みなさま、こんばんは。
今日は小雨のなか、横浜の「港の見える丘公園」内にある神奈川近代文学館へ行ってきました。
企画展として没後20年になる批評家 江藤淳(昭和7-平成11)を取り上げていました。
私は、対談集を除くと単著としては『占領軍の検閲と戦後日本 閉された言語空間』くらいしか読んだことがなかったため、「どのような生涯を送った人なのだろう?」という好奇心もありました。
時系列順に資料が展示され、必要に応じて解説が施されており、その為人を知るには十分な企画展でした。

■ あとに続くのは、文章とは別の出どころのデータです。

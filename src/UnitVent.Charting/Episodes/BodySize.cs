using UnitVent.Physiology;

namespace UnitVent.Charting.Episodes;

/// <summary>What follows from a patient's height and sex.</summary>
public static class BodySize
{
    /// <summary>Predicted body weight in kg; null when height or sex is missing.</summary>
    public static double? PredictedWeightKg(PatientFacts patient) => Predicted(patient)?.Kilograms;

    internal static BodyMass? Predicted(PatientFacts patient) => patient is { Sex: { } sex, HeightCm: { } height }
        ? PredictedBodyWeight.Compute(sex == Sex.Female ? LungSizeSex.Female : LungSizeSex.Male, BodyHeight.FromCentimetres((double)height))
        : null;
}
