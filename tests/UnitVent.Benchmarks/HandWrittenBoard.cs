using System.Data;
using Microsoft.EntityFrameworkCore;
using NodaTime;
using Npgsql;
using UnitVent.Charting.Windows;

namespace UnitVent.Benchmarks;

/// <summary>The rows of a board as somebody who knows the tables would read them: four prepared statements, every column fetched.</summary>
internal sealed class HandWrittenBoard : IAsyncDisposable
{
    private const string Unit = "select code, name, time_zone, altitude_m, tension_unit, method, check_interval, shift_starts, is_demo from unit where id = $1";
    private const string Beds = "select name from bed where unit_id = $1 and not retired order by position";
    private const string Flags = "select id, episode_id, rule, state, since, finding, in_hand from flag where unit_id = $1 and state = 'Open'";
    private const string Episodes = """
        select e.id, e.admitted_at, e.airway_secured_at, e.reason, p.facts, b.name
        from episode e
        join patient p on p.unit_id = e.unit_id and p.id = e.patient_id
        join bed_stay s on s.unit_id = e.unit_id and s.episode_id = e.id and s.until is null
        join bed b on b.unit_id = s.unit_id and b.id = s.bed_id
        where e.unit_id = $1 and e.ended_at is null
        """;

    private const string Entries = """
        with wanted as (select id from episode where unit_id = $1 and ended_at is null)
        select e.id, e.unit_id, e.episode_id, e.kind, e.effective_at, e.recorded_at, e.recorded_by, e.recorded_by_id, e.sequence, e.corrects,
               e.correction_reason, e.confirmed, e.body
        from wanted w
        cross join lateral (
            select * from entry s where s.unit_id = $1 and s.episode_id = w.id and s.effective_at > $2 and s.effective_at <= $3
            union all
            select * from entry s where s.unit_id = $1 and s.episode_id = w.id and s.effective_at <= $2
              and s.kind in ('Context', 'Target', 'Phase', 'Method', 'Event', 'FollowUp')
            union all
            select l.* from unnest(array['SettingChange', 'BloodGas', 'VentilatorCheck', 'BreathingCheck', 'AirwayCheck', 'Note']) k(kind)
            cross join lateral (
                select * from entry s where s.unit_id = $1 and s.episode_id = w.id and s.kind = k.kind and s.effective_at <= $2
                  and not exists (select from strike_out o where o.unit_id = s.unit_id and o.entry_id = s.id)
                  and not exists (select from entry c where c.unit_id = s.unit_id and c.corrects = s.id)
                order by s.effective_at desc, s.sequence desc limit 1) l
        ) e
        where not exists (select from strike_out o where o.unit_id = e.unit_id and o.entry_id = e.id)
          and not exists (select from entry c where c.unit_id = e.unit_id and c.corrects = e.id)
        """;

    private readonly List<(NpgsqlCommand Command, bool Counted)> commands = [];

    public static async Task<HandWrittenBoard> PrepareAsync(DemoBoard demo)
    {
        var board = new HandWrittenBoard();
        var connection = (NpgsqlConnection)demo.Db.Database.GetDbConnection();
        foreach (var (text, counted) in new[] { (Unit, false), (Beds, false), (Episodes, true), (Entries, true), (Flags, true) })
        {
            var command = new NpgsqlCommand(text, connection);
            command.Parameters.Add(new NpgsqlParameter<Guid> { TypedValue = demo.UnitId });
            if (text == Entries)
            {
                command.Parameters.Add(new NpgsqlParameter<Instant> { TypedValue = demo.Now - ChartWindow.Span });
                command.Parameters.Add(new NpgsqlParameter<Instant> { TypedValue = demo.Now });
            }

            await command.PrepareAsync();
            board.commands.Add((command, counted));
        }

        return board;
    }

    /// <summary>Reads everything.</summary>
    /// <returns>How many episodes, entries and flags there were.</returns>
    public async Task<int> ReadAsync()
    {
        var rows = 0;
        foreach (var (command, counted) in commands)
        {
            await using var reader = await command.ExecuteReaderAsync(CommandBehavior.Default);
            while (await reader.ReadAsync())
            {
                for (var i = 0; i < reader.FieldCount; i++)
                {
                    _ = reader.GetValue(i);
                }

                rows += counted ? 1 : 0;
            }
        }

        return rows;
    }

    public async ValueTask DisposeAsync()
    {
        foreach (var (command, _) in commands)
        {
            await command.DisposeAsync();
        }
    }
}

母 廣子の写真が展示されていましたが、なかなか凛々しく、海軍少将の次女ということにも合点がいく感じがしました。結核のため27歳で亡くなったそうです。
少年 江藤の喪失感を癒した詩人として伊藤静雄(明治39-昭和28)の「夏の終り」が紹介されていました。
彼の詩は青空文庫や岩波文庫で読むことができます。
やはり私は「わがひとに与ふる哀歌」の中の「曠野の歌」が忘じ難く記憶にとどまっています。
「わが死せむ美しき日のために
連嶺の夢想よ! 汝(な)が白雪を
消さずあれ(後略)」
一度読んだら忘れられないようなインパクトのある詩句でした。
さて、最愛の妻 慶子に先立たれた江藤は、自分が無意味に存在している感覚に襲われてしまいます。そして、軽い脳梗塞をおこして入院・・・。
そのような精神状況のもとで執筆された「妻と私」、そして絶筆となった「幼年時代」。
私はこれらの作品は未読なのでこれから読んでみようと思います。
「脳梗塞の発作に遭(あ)いし以来の江藤淳は形骸に過ぎず」という遺書の中の一文がなんとも痛ましいものでした。
『閉された言語空間』のイメージしかなかったのですが、この企画展のおかげで江藤淳という人物の輪郭が見えてきた気がします。文学館の楽しみはこういうところにもあるのですね。